Regulation of disparate potato cultivation patterns on rhizosphere bacterial communities influence chemical properties of soil

In agroecosystems, the implementation of disparate cropping patterns has been observed to elicit alterations in soil chemical properties and microbial communities, which in turn influence crop growth. However, the mechanism of soil microbial environment with different potato cultivation patterns remains unclear in the black soil area of Northeast China, a significant region for potato cultivation. Therefore, the soil chemical properties and diversity and composition of soil bacterial communities of 4 kinds of potato cultivation patterns, including no cultivation, maize-potato rotation, short-term potato continuous cropping, and long-term potato continuous cropping, were analyzed.
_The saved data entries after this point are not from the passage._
/**
 * The forecast in plain words, in the person's units: one sentence for the journal page and
 * the reminder e-mails alike.
 */
import type { Forecast } from "~/features/journal/journal-replay.server";
import { resultWarnings } from "~/features/runs/run-warnings";
import { DAY_MS } from "~/utils/dates";
import { nitrateText, type DisplayUnits } from "~/utils/display-units";

/** "14 December" (UTC). */
export const dayText = (ms: number) =>
  new Date(ms).toLocaleDateString("en-GB", { day: "numeric", month: "long", timeZone: "UTC" });

/**
 * "Nitrate passes your upper target of 25 mg/L NO3 around 14 December (40 mg/L NO3 before the
 * next planned change); a 40 % change by 12 December keeps it below 25 mg/L NO3 until then."
 * When nitrate is over the target already, it says so rather than naming tomorrow as the day it passes.
 */
export function forecastSentence(f: Forecast | null, units: DisplayUnits): string | null {
  if (!f) return null;
  if (f.kind === "below")
    return `Under your planned schedule nitrate stays below your upper target for the next ${f.horizonDays} days.`;
  const when = f.alreadyAbove ? "is already above" : "passes";
  const around = f.alreadyAbove ? "" : ` around ${dayText(f.crossMs)}`;
  const cross = `Nitrate ${when} your upper target of ${nitrateText(f.high, units)}${around} (${nitrateText(f.peak, units)} before the next planned change)`;
  if (!f.fix)
    return `${cross}; even a 90 % change by ${dayText(f.changeByMs)} does not keep it below: look at feeding and the plan.`;
  return `${cross}; a ${Math.round(f.fix.share * 100)} % change by ${dayText(f.fix.byMs)} keeps it below ${nitrateText(f.high, units)} until ${dayText(f.fix.untilMs)}.`;
}

/**
 * What the forecast crosses in the days ahead, in words, the person's units and dates ("Free
 * ammonia reaches 0.4 mg/L NH3 on 14 December, twenty times the caution line."): the page and
 * the mails say it beside the nitrate sentence. Empty when nothing ahead crosses a caution.
 */
export function forecastCautions(f: Forecast | null, units: DisplayUnits): string[] {
  if (!f) return [];
  const { startMs, peaks, warnings } = f.ahead;
  return resultWarnings({ keyFigures: peaks, warnings, dayWords: (d) => dayText(startMs + d * DAY_MS) }, units).map(
    (w) => w.text,
  );
}
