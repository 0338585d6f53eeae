/**
 * The journal's model runs (the replay, the forecast and its search) go through the engine
 * pool's interactive lane like other runs a page waits for, so a long journal never holds the
 * request thread and one person's runs take turns with everyone else's.
 *
 * Each run counts against the tank owner's runs in flight (run-gate.server.ts), and a run is
 * kept for a while by its exact inputs: the journal page reruns the replay and about ten
 * forecast runs on every load, so reloads would otherwise keep the pool busy. The engine is
 * deterministic, so equal inputs give an equal result; concurrent asks for the same inputs
 * share one run.
 */
import { createHash } from "node:crypto";
import { LRUCache } from "lru-cache";
import { ModelError, type Scenario, type SimulationResult, type TankEventInput } from "~models";
import { getEnginePool } from "~/features/jobs/engine-pool.server";
import { takeRunSlot } from "~/features/runs/run-gate.server";
import { REQUEST_RUN_LIMITS } from "~/features/runs/simulation.server";

type RunAsked = { ownerId: number | null; scenario: Scenario; events: TankEventInput[] };
/** Up to 200 runs for 10 minutes (a day's replay is a few hundred kB; the forecast's search about ten runs). */
const kept = new LRUCache<string, SimulationResult, RunAsked>({
  max: 200,
  ttl: 10 * 60_000,
  // The first asker's inputs run; later askers with the same key have equal ones.
  fetchMethod: async (_key, _stale, { context: { ownerId, scenario, events } }) => {
    const release = ownerId === null ? () => {} : await takeRunSlot(ownerId);
    try {
      return await runOnPool(scenario, events, ownerId);
    } finally {
      release();
    }
  },
});

async function runOnPool(scenario: Scenario, events: TankEventInput[], ownerId: number | null) {
  const answer = await getEnginePool().run(
    { kind: "simulate", scenario, limits: { ...REQUEST_RUN_LIMITS, events } },
    { lane: "interactive", owner: ownerId === null ? "anyone" : `user:${ownerId}` },
  );
  if (answer.kind !== "simulate") throw new Error(`The engine pool answered a ${answer.kind} task to a run`);
  if (answer.error)
    throw new ModelError(answer.error.code, answer.error.message, {
      day: answer.error.day,
      detail: answer.error.detail,
    });
  return answer.result!;
}

/**
 * One run with the journal's events, for `ownerId` (null: the server's own, e.g. a test);
 * throws ModelError as simulate() does, or RunRefused when the owner has runs enough going.
 */
export async function simulateOnPool(
  scenario: Scenario,
  events: TankEventInput[],
  ownerId: number | null,
): Promise<SimulationResult> {
  const key = createHash("sha256").update(JSON.stringify({ scenario, events })).digest("base64url");
  return (await kept.fetch(key, { context: { ownerId, scenario, events } }))!;
}

/** Forgets the kept runs (tests). */
export function forgetJournalRuns(): void {
  kept.clear();
}
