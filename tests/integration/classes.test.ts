import { and, eq } from "drizzle-orm";
import { afterAll, beforeAll, describe, expect, it } from "vitest";
import { JOIN_ATTEMPTS, lessonEnforcer, newJoinCode, normaliseJoinCode } from "~/features/classes/classes.server";
import { getDb } from "~/db/client.server";
import { classInvites, classMembers, classes, lessonCopies, lessons, scenarios, tanks, users } from "~/db/schema";
import { action as scenarioApiAction } from "~/routes/api/scenario";
import { loader as copyLoader } from "~/routes/classes/copy";
import { action as classAction, loader as classLoader } from "~/routes/classes/detail";
import { action as inviteAction, loader as inviteLoader } from "~/routes/classes/invite";
import { action as lessonAction, loader as lessonLoader } from "~/routes/classes/lesson";
import { action as newLessonAction, loader as newLessonLoader } from "~/routes/classes/lesson-new";
import { action as workAction, loader as workLoader } from "~/routes/classes/lesson-work";
import { action as classesAction, loader as classesLoader } from "~/routes/classes/list";
import { loader as presentLoader } from "~/routes/classes/present";
import { action as editAction, loader as editLoader } from "~/routes/scenarios/edit";
import { action as tankAction, loader as tankLoader } from "~/routes/tanks/detail";
import { ScenarioSchema } from "../../models";
import type { ScenarioFormModel } from "~/features/scenarios/scenario-form-types";
import { unpackSeries } from "~/features/runs/series-packing";
import { startMailFake, waitForMail } from "../support/mail";
import { call, get, post, postJson } from "../support/routes";
import { createScenario, createTank } from "../support/tanks";
import { userWithCookie } from "../support/users";

let stopMail: () => Promise<void>;
beforeAll(async () => {
  stopMail = (await startMailFake()).close;
});
afterAll(() => stopMail());

type Person = Awaited<ReturnType<typeof userWithCookie>>;

/** The fields a browser posts for a setup form as drawn (locked fields travel as hidden inputs). */
function postedFields(
  form: ScenarioFormModel,
  overrides: Record<string, string | number> = {},
): Record<string, string | number> {
  const out: Record<string, string | number> = { intent: "save", name: form.name };
  for (const s of form.sections) for (const f of s.fields) out[f.name] = f.value;
  for (const p of form.plants) {
    out[`plants.${p.index}.id`] = p.id;
    for (const f of p.fields) out[f.name] = f.value;
  }
  return { ...out, ...overrides };
}

async function classWithStudent() {
  const teacher = await userWithCookie("educator");
  const student = await userWithCookie("keeper");
  const made = await call(
    classesAction,
    post("/classes", { intent: "create", name: "Year 9 Biology" }, teacher.cookie),
  );
  expect(made.status).toBe(302);
  const classId = made.location!.split("/").pop()!;
  const cls = getDb()
    .select()
    .from(classes)
    .where(eq(classes.id, Number(classId)))
    .get()!;
  const joined = await call(classesAction, post("/classes", { intent: "join", code: cls.joinCode }, student.cookie));
  expect(joined.status).toBe(302);
  return { teacher, student, classId, cls };
}

async function lessonFor(teacher: Person, classId: string, unlock: string[] = ["fish.feedGPerDay"]) {
  const tankId = createTank(teacher.id, "Classroom tank");
  const scenarioId = await createScenario(teacher.id, tankId, { run: { lengthDays: 30 } }, "A new tank cycling");
  const body = new URLSearchParams({
    scenarioId: String(scenarioId),
    title: "Feeding and nitrate",
    question: "What does halving the food do?",
  });
  for (const u of unlock) body.append("unlock", u);
  const request = new Request(`http://fernwater.test/classes/${classId}/lessons/new`, {
    method: "POST",
    body,
    headers: { "Content-Type": "application/x-www-form-urlencoded", Cookie: teacher.cookie },
  });
  const made = await call(newLessonAction, request, { classId });
  expect(made.status).toBe(302);
  return { lessonId: made.location!.split("/").pop()!, scenarioId, tankId };
}

async function startedCopy() {
  const world = await classWithStudent();
  const { lessonId, scenarioId } = await lessonFor(world.teacher, world.classId);
  const params = { classId: world.classId, lessonId };
  const started = await call(
    lessonAction,
    post(`/classes/${world.classId}/lessons/${lessonId}`, { intent: "start" }, world.student.cookie),
    params,
  );
  expect(started.status).toBe(302);
  expect(started.location).toBe(`/classes/${world.classId}/lessons/${lessonId}/work`);
  const workPath = started.location!;
  const work = await call(workLoader, get(workPath, world.student.cookie), params);
  expect(work.status).toBe(200);
  const copy = getDb()
    .select()
    .from(lessonCopies)
    .where(eq(lessonCopies.lessonId, Number(lessonId)))
    .get()!;
  return { ...world, lessonId, scenarioId, params, workPath, work, copy };
}

const settingsOf = (scenarioId: number) =>
  ScenarioSchema.parse(getDb().select().from(scenarios).where(eq(scenarios.id, scenarioId)).get()!.settings);

/** The chart series a read-only view sends (packed into strings on the wire). */
const seriesOf = (view: { results: { packedSeries: Parameters<typeof unpackSeries>[0] } }) =>
  unpackSeries(view.results.packedSeries);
The results indicated that the levels of available phosphorus, available potassium, and pH were the highest in long-term continuous cropping soil and exhibited a positive correlation with beneficial bacterial genera, including Gemmatimonadaceae , KD4-96, MND1, Subgroup_6 , and RB41 . However, the contents of soil available phosphorus and potassium were the second most abundant in no-cultivation soil and also positively correlated with Gemmatimonadaceae, KD4-96, and MND1 . The abundance of beneficial microorganisms, including Sphingomonas , Gemmatimonas , and Candidatus_Udaeobacter reached its maximum in soil subjected to short-term continuous cropping, followed by maize-potato rotation and exhibited a minimum in soil subjected to long-term continuous cropping. In conclusion, changes in soil microbial community composition and the availability of phosphorus, potassium and pH were observed to be regulated by different cropping systems. This was achieved by influencing the changes in the beneficial dominant flora in the rhizosphere soil of potatoes, which were also regulated by the feedback.